How many ways are there to prove that there is no largest prime?

Question

Is there any other proof by which I can show that there is no largest prime?

I saw an example where it is proved with contradiction.(Idea is basically that of Euclid's proof)

Imagine that the largest prime prime is $13$.So, total number of primes we know are-$2,3,5,7,11,13$.

Now,if I do $(2\times3\times5\times7\times11\times13)+1=30031$.So, we can see that $30031$ is not divisible by $2,3,5,7,11,13$ as they leave remainder $1$. Also,as it is formed by multiplying only primes it does not have any other composite factors.We also see that $30031=59\times 509$.Which are again two primes.Thus,$13$ is not the largest prime.

What are the other ways to prove that there is no largest prime?

Thanks for any proof!!

Answer 1

Note that all Fermat Numbers are coprime to each other.

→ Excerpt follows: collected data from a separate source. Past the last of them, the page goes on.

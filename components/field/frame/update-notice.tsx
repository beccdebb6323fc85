'use client';

import { type ReactElement, useState } from 'react';
import { Button } from '@/components/ui/button';
import { useServiceWorkerUpdate } from '@/lib/offline/hooks/use-service-worker-update';

/** Offers a newer version that is already on the phone. It is never taken without a press. */
export function UpdateNotice(): ReactElement | null {
  const { offered, update } = useServiceWorkerUpdate();
  const [later, setLater] = useState(false);
  if (!offered || later) return null;
  return (
    <section aria-label="Update" className="border-b-2 border-main bg-main-wash px-gap py-4">
      <p role="status" className="font-bold">
        A newer version is ready.
      </p>
      <p>It opens in a moment. Everything saved on this phone stays.</p>
      <div className="mt-3 flex flex-wrap gap-gap">
        <Button tone="main" size="field" onClick={update}>
          Update now
        </Button>
        <Button size="field" onClick={() => setLater(true)}>
          Later
        </Button>
      </div>
    </section>
  );
}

Thus, if there are a finite number of prime numbers, this is a contradiction as there are infinite number of Fermat Numbers.

Thus, there are a infinite number of prime numbers.

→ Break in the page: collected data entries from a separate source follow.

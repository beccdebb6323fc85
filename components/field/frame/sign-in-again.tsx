'use client';

import type { ReactElement } from 'react';
import { FieldLink } from '@/components/field/parts/field-button';
import { useSession } from '@/lib/offline/hooks/use-session';

/** Where one signs in, with the way back. */
export const SIGN_IN_HREF = '/sign-in?callbackUrl=/field';

interface SignInAgainProps {
  /** One line only, while a comb is being read. */
  brief: boolean;
}

/** Says that the session has ended while the work goes on. */
export function SignInAgain({ brief }: SignInAgainProps): ReactElement | null {
  const { view } = useSession();
  if (view.kind !== 'needs-sign-in') return null;
  return (
    <section
      aria-label="Sign in"
      className={`print-hidden border-b-2 border-warn bg-warn-wash px-gap ${brief ? 'py-1' : 'py-4'}`}
    >
      <p>
        <strong>Sign in again as {view.person.displayName}</strong> to send. Everything is kept on this phone.
      </p>
      {!brief && (
        <FieldLink tone="main" href={SIGN_IN_HREF} className="mt-3">
          Sign in again
        </FieldLink>
      )}
    </section>
  );
}
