'use client';

import type { ReactElement } from 'react';
import { Button } from '@/components/ui/button';
import { LinkButton } from '@/components/ui/link-button';
import { Screen } from '@/components/field/parts/screen';
import { FIELD_ROOT } from '@/components/field/routing/field-route';

/** A screen failed. The records are not touched by that; says so, and offers two ways on. */
export function FieldFault({ onRetry }: { onRetry: () => void }): ReactElement {
  return (
    <div className="min-h-dvh bg-paper text-field text-ink">
      <Screen title="This screen failed">
        <p role="alert">What was shown as saved is still saved on this phone. Try again; if it fails again, go to the nests.</p>
        <div className="flex flex-wrap gap-gap">
          <Button tone="main" size="field" onClick={onRetry}>
            Try again
          </Button>
          <LinkButton size="field" href={FIELD_ROOT}>
            To the nests
          </LinkButton>
        </div>
      </Screen>
    </div>
  );
}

And so there is no largest prime.

Answer 2

Well, the proof you have shown is not exactly the right way.

Proof: Assume there are a finite number of primes.

Let $s$ be the set of all primes possible. And let the primes be $p_1, p_2, p_3, \dots , p_n$.

Now by the Fundamental Theorem of Arithmetic, we know that every number is a prime or a unique product of primes.

Consider the number $p_1 p_2 p_3 \cdots p_n +1$. We know that it is not divisible by any of the numbers in the set $s$. Thus we get a number which is a prime or composed of primes not in the set $s$. That's a contradiction. Thus there are an infinite number of primes.

Answer 3

Let $p$ is the last prime. Then according to Bertrand's postulate the interval $(p,2p)$ consists a prime number. We get a contradiction.